The AMTRAK Superliner bodies are tall and bulky. They are two-story high and at 70 miles per hour, have a propensity to sway. The bulkiness make it look like an elongated Humvee and the rails primarily built for freight on the long haul does not lend itself to solid and steady footing, in the same manner as the Eisenhower Interstate Highway system, which favors the trucking business as sorely in disrepair. The amenities inside the train, however, are nice, with the observation deck a favored feature. Bathrooms are clean, though I must confess irritation when two stewards separately inquired if I flushed. I must look like one of the “wetbacks” newly arrived!
Getting into the flat desert of New Mexico, with Albuquerque up north and the Mexican cordilleras down south, gave the scenery a veneer of Hollywood cowboy-and-Indians movie set. The clear wide span was poster perfect. Nut orchards finally emerged, along with a winery that processed the fruit of the vine.
Soon, the dark night in the plain and the train, easily gave way to reflections on the dark night of the soul. The experienced fear/rage incident in the roundabout at Sugarland elicited a comment from my Alaskan Afro-Am colleague who said, “I have learned long time ago that, just because we have a lot of assholes, I did not need to be one, too.” Yet, the display of anger is deemed to be psychologically healthy by many therapist, and strategically encouraged by no less than Pope Gregory the Great who said: “Reason opposes evil the more effectively when anger ministers at her side.” Our fear, anger, and humiliation-based personalities await to be overcome.
How often in the last decade have I listened to otherwise level-headed neighbors mistake war as a showing of strength, and coercion as the symbol of courage. Dick Cheney in the news is still arguing for the rightness of splitting hairs in the torture methods applied post-9/11 interrogations.
A Marine aboard the train did his stint between Beirut, Lebanon and the Gulf War. He never gave up the haircut, and still called me “sir” in conversation, but he is clear in his mind that war-mongering, or even the notion that the United States must always be in a permanent state of alert, and not just preparedness, to go to war, is a big mistake.

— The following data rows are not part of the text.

/**
 * What the SQLite file holds against what the phones sent and were acknowledged, by client id: `lost` are
 * acknowledged votes without a receipt; `duplicates` are receipts of one client id more than once plus dots
 * counted beyond the receipts (every dot of the bench adds one); `unknown` are receipts nobody sent.
 */
async function checkFile(file: string, sent: string[], acked: string[]) {
  const receipts = await readRows<{ clientId: string }>(file, 'SELECT clientId FROM vote_receipts');
  const [{ n: dots }] = await readRows<{ n: number }>(file, 'SELECT COALESCE(SUM(count), 0) AS n FROM vote_dots');
  const onDisk = new Set(receipts.map((r) => r.clientId));
  const sentSet = new Set(sent);
  return {
    storedDots: Number(dots),
    receipts: receipts.length,
    lost: acked.filter((id) => !onDisk.has(id)).length,
    duplicates: receipts.length - onDisk.size + Math.max(0, Number(dots) - onDisk.size),
    unknown: [...onDisk].filter((id) => !sentSet.has(id)).length,
  };
}

// ---------- the Cairn run ----------
interface Stats {
  heapUsed: number;
  loopDelayP99Ms: number;
  cpuUserMs: number;
  cpuSystemMs: number;
  preemptions: number;
}

async function benchCairn(workers: Worker[]) {
  const child = await startServer('cairn');
  const port = child.ready.port!;
  const signIn = await http<{ accessToken: string }>(port, 'POST', '/auth/sign-in', {
    email: DEMO_ACCOUNTS.facilitator.email,
    password: DEMO_ACCOUNTS.facilitator.password,
  });
  const token = signIn.accessToken;
  const demo = (await http<{ id: string; title: string }[]>(port, 'GET', '/workshops', undefined, token)).find((w) => w.title === DEMO_WORKSHOP_TITLE)!;
  const agenda = (await http<{ agenda: { type: string }[] }>(port, 'GET', `/workshops/${demo.id}`, undefined, token)).agenda;
  const voteIndex = agenda.findIndex((i) => i.type === 'dot_vote');
  const info = await http<{ sessionId: string; joinCode: string }>(port, 'POST', `/workshops/${demo.id}/live`, {}, token);
  const facilitator = await connect(port, token);
  await ask(facilitator, 'session:watch', { sessionId: info.sessionId });

  const heapBefore = await child.ask<number>('gc');
  await child.ask('reset', { name: 'join' });
  const joinTimes = await joinAll(workers, port, info.joinCode);
  const joinStats = await child.ask<Stats>('stats');
  await new Promise((r) => setTimeout(r, 1000));
  const heapAfterJoin = await child.ask<number>('gc');

  // Fan-out of an activity change: the facilitator moves between items; every phone times the arrival.
  // The server's CPU and preemptions in these rounds are reported too (BENCH_PROFILE=1 profiles them).
  await child.ask('reset', { name: 'fanout' });
  const fanout: number[] = [];
  const fanoutRounds: number[] = [];
  let payload: unknown = null;
  for (let r = 0; r < WARMUP_ROUNDS + FANOUT_ROUNDS; r++) {
    const index = r % 2 === 0 ? 2 : 3;
    const round1 = await fanOut(workers, { index }, () => ask(facilitator, 'session:goto', { index }));
    // The baseline sends what a phone received: the phone's state, not the console's answer.
    payload = round1.payload;
    if (r >= WARMUP_ROUNDS) {
      fanout.push(...round1.times);
      fanoutRounds.push(round(pct(round1.times, 95)));
    }
    await new Promise((r2) => setTimeout(r2, 200));
  }

  const fanoutStats = await child.ask<Stats>('stats');
  // The burst: every phone spends its dots within the window, each at a random moment.
  const burst = await runBurst({ child, facilitator, workers, dotsEach: DOTS_EACH, windowMs: BURST_MS, ask, voteIndex, now });
  const burstStats = await child.ask<Stats>('stats');
  const heapAfterBurst = await child.ask<number>('gc');

  await Promise.all(workers.map((w) => w.ask('close')));
  facilitator.disconnect();
  // Stop the server, then read what its file holds.
  const stopped = await child.ask<{ dataDir: string; databasePath: string }>('close');
  const onDisk = await checkFile(stopped.databasePath, burst.sentIds, burst.ackedIds);
  fs.rmSync(stopped.dataDir, { recursive: true, force: true });
  return {
    joinTimes,
    heapPerPhone: (heapAfterJoin - heapBefore) / PHONES,
    heapPerPhoneAfterBurst: (heapAfterBurst - heapBefore) / PHONES,
    fanout,
    fanoutRounds,
    fanoutStats,
    payload,
    burst,
    onDisk,
    burstStats,
    cpuPerJoinMs: (joinStats.cpuUserMs + joinStats.cpuSystemMs) / PHONES,
  };
}

// ---------- the baseline ----------
async function benchBare(workers: Worker[], payload: unknown) {
  const child = await startServer('bare');
  const heapBefore = await child.ask<number>('gc');
  await child.ask('reset', { name: 'join' });
  const joinTimes = await joinAll(workers, child.ready.port!, null);
  const joinStats = await child.ask<Stats>('stats');
  await new Promise((r) => setTimeout(r, 1000));
  const heapAfterJoin = await child.ask<number>('gc');
  await child.ask('reset', { name: 'fanout' });
  const fanout: number[] = [];
  const fanoutRounds: number[] = [];
  for (let r = 0; r < WARMUP_ROUNDS + FANOUT_ROUNDS; r++) {
    const version = 1_000_000 + r;
    const { times } = await fanOut(workers, { version }, () => child.ask('broadcast', { ...(payload as object), version }));
    if (r >= WARMUP_ROUNDS) {
      fanout.push(...times);
      fanoutRounds.push(round(pct(times, 95)));
    }
    await new Promise((r2) => setTimeout(r2, 200));
  }
  const fanoutStats = await child.ask<Stats>('stats');
  await child.ask('reset');
  const burst = await runBareBurst({ workers, dotsEach: DOTS_EACH, windowMs: BURST_MS, now });
  const burstStats = await child.ask<Stats>('stats');
  const heapAfterBurst = await child.ask<number>('gc');
  await Promise.all(workers.map((w) => w.ask('close')));
  await child.ask('close');
  return {
    joinTimes,
    heapPerPhone: (heapAfterJoin - heapBefore) / PHONES,
    heapPerPhoneAfterBurst: (heapAfterBurst - heapBefore) / PHONES,
    fanout,
    fanoutRounds,
    fanoutStats,
    burst,
    burstStats,
    cpuPerJoinMs: (joinStats.cpuUserMs + joinStats.cpuSystemMs) / PHONES,
  };
}

// ---------- the passes together ----------
type CairnPass = Awaited<ReturnType<typeof benchCairn>>;
type BarePass = Awaited<ReturnType<typeof benchBare>>;

const sum = (values: number[]) => values.reduce((a, b) => a + b, 0);
const mean = (values: number[]) => sum(values) / Math.max(1, values.length);

/** Several windows' server figures as one: CPU and preemptions added up, the event loop's worst p99. */
function addStats(list: Stats[]): Stats {
  return {
    heapUsed: Math.max(...list.map((s) => s.heapUsed)),
    loopDelayP99Ms: Math.max(...list.map((s) => s.loopDelayP99Ms)),
    cpuUserMs: sum(list.map((s) => s.cpuUserMs)),
    cpuSystemMs: sum(list.map((s) => s.cpuSystemMs)),
    preemptions: sum(list.map((s) => s.preemptions)),
  };
}

/** What both servers' passes share, as one run: every join and fan-out sample, the windows' CPU added up, the heap's mean. */
function poolShared(passes: (CairnPass | BarePass)[]) {
  return {
    joinTimes: passes.flatMap((p) => p.joinTimes),
    heapPerPhone: mean(passes.map((p) => p.heapPerPhone)),
    heapPerPhoneAfterBurst: mean(passes.map((p) => p.heapPerPhoneAfterBurst)),
    fanout: passes.flatMap((p) => p.fanout),
    fanoutRounds: passes.flatMap((p) => p.fanoutRounds),
    fanoutStats: addStats(passes.map((p) => p.fanoutStats)),
    burstStats: addStats(passes.map((p) => p.burstStats)),
    cpuPerJoinMs: mean(passes.map((p) => p.cpuPerJoinMs)),
  };
}

/** Cairn's passes as one run: besides what both share, the bursts' counts added up and the tally's slowest lag. */
function poolCairn(passes: CairnPass[]): CairnPass {
  const bursts = passes.map((p) => p.burst);
  return {
    ...poolShared(passes),
    payload: passes[passes.length - 1]!.payload,
    burst: {
      kind: bursts[0]!.kind,
      sent: sum(bursts.map((b) => b.sent)),
      acked: sum(bursts.map((b) => b.acked)),
      refused: sum(bursts.map((b) => b.refused)),
      timedOut: sum(bursts.map((b) => b.timedOut)),
      busyErrors: sum(bursts.map((b) => b.busyErrors)),
      acks: bursts.flatMap((b) => b.acks),
      sentIds: bursts.flatMap((b) => b.sentIds),
      ackedIds: bursts.flatMap((b) => b.ackedIds),
      storedWhileRunning: sum(bursts.map((b) => b.storedWhileRunning)),
      tallyLagMs: Math.max(...bursts.map((b) => b.tallyLagMs)),
    },
    onDisk: {
      storedDots: sum(passes.map((p) => p.onDisk.storedDots)),
      receipts: sum(passes.map((p) => p.onDisk.receipts)),
      lost: sum(passes.map((p) => p.onDisk.lost)),
      duplicates: sum(passes.map((p) => p.onDisk.duplicates)),
      unknown: sum(passes.map((p) => p.onDisk.unknown)),
    },
  };
}

/** The bare server's passes as one run. */
function poolBare(passes: BarePass[]): BarePass {
  return { ...poolShared(passes), burst: { acked: sum(passes.map((p) => p.burst.acked)), acks: passes.flatMap((p) => p.burst.acks) } };
}

/** Server CPU in ms per acknowledged vote over a burst's window. */
function cpuPerAck(stats: Stats, acked: number): number {
  return (stats.cpuUserMs + stats.cpuSystemMs) / Math.max(1, acked);
}

/** The targets' measures of one pass, or of the passes pooled: each pass's are printed and kept in the JSON. */
function passFigures(c: CairnPass, b: BarePass) {
  return {
    join_p95_ms: round(pct(c.joinTimes, 95)),
    baseline_join_p95_ms: round(pct(b.joinTimes, 95)),
    join_ratio_p95: round(pct(c.joinTimes, 95) / pct(b.joinTimes, 95), 2),
    fanout_p95_ms: round(pct(c.fanout, 95)),
    baseline_fanout_p95_ms: round(pct(b.fanout, 95)),
    fanout_ratio_p95: round(pct(c.fanout, 95) / pct(b.fanout, 95), 2),
    ack_p99_ms: round(pct(c.burst.acks, 99)),
    cpu_per_acked_vote_ms: round(cpuPerAck(c.burstStats, c.burst.acked), 3),
    baseline_cpu_per_ack_ms: round(cpuPerAck(b.burstStats, b.burst.acked), 3),
    lost: c.onDisk.lost,
    duplicates: c.onDisk.duplicates,
    unknown_receipts: c.onDisk.unknown,
  };
}
type PassFigures = ReturnType<typeof passFigures>;

// ---------- report ----------
/** The machine's CPU time so far as Linux counts it (/proc/stat): all of it and what the hypervisor took for others; `null` elsewhere. */
function machineCpu(): { total: number; steal: number } | null {
  try {
    const ticks = fs.readFileSync('/proc/stat', 'utf8').split('\n')[0]!.trim().split(/\s+/).slice(1).map(Number);
    // user nice system idle iowait irq softirq steal (proc(5)); guest time is already within user.
    return { total: ticks.slice(0, 8).reduce((a, b) => a + b, 0), steal: ticks[7] ?? 0 };
  } catch {
    return null;
  }
}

He chuckled when he read a line from a letter-to-the-editor writer who responded to one of my articles about how I might not be in being, had the Homeland Security people and the Department of Defense not foisted the alarm against terrorist post-9/11.
Traversing New Mexico and Arizona with a stop in Tucson long enough for nicotine breaks for passengers pretty much made the night. Morning met us with orchards of the flowers of the desert (wind turbines) in Palm Springs, and their controversial but now famous casino. Not a few beautiful tax shelter horse farms and ranchos in the foothills are up for sale, casualties of the new economic dispensation. The once fragrant orange orchards from Redlands, Ontario, Pomona to Pasadena are now punctuated or replaced by various storage lots, warehouses and truck/freight depots, marring the agrarian view of rustic fruit farms of my acquaintance in the early '60s when the smog-laden valley south of the San Bernardino range still displayed clear blue skies.
It being L.A., graffiti is writ eternal, and the ubiquitous flea markets are in full swing-yen, rmb, pesos, euros and won accepted. Welcome to the city of fallen Angels.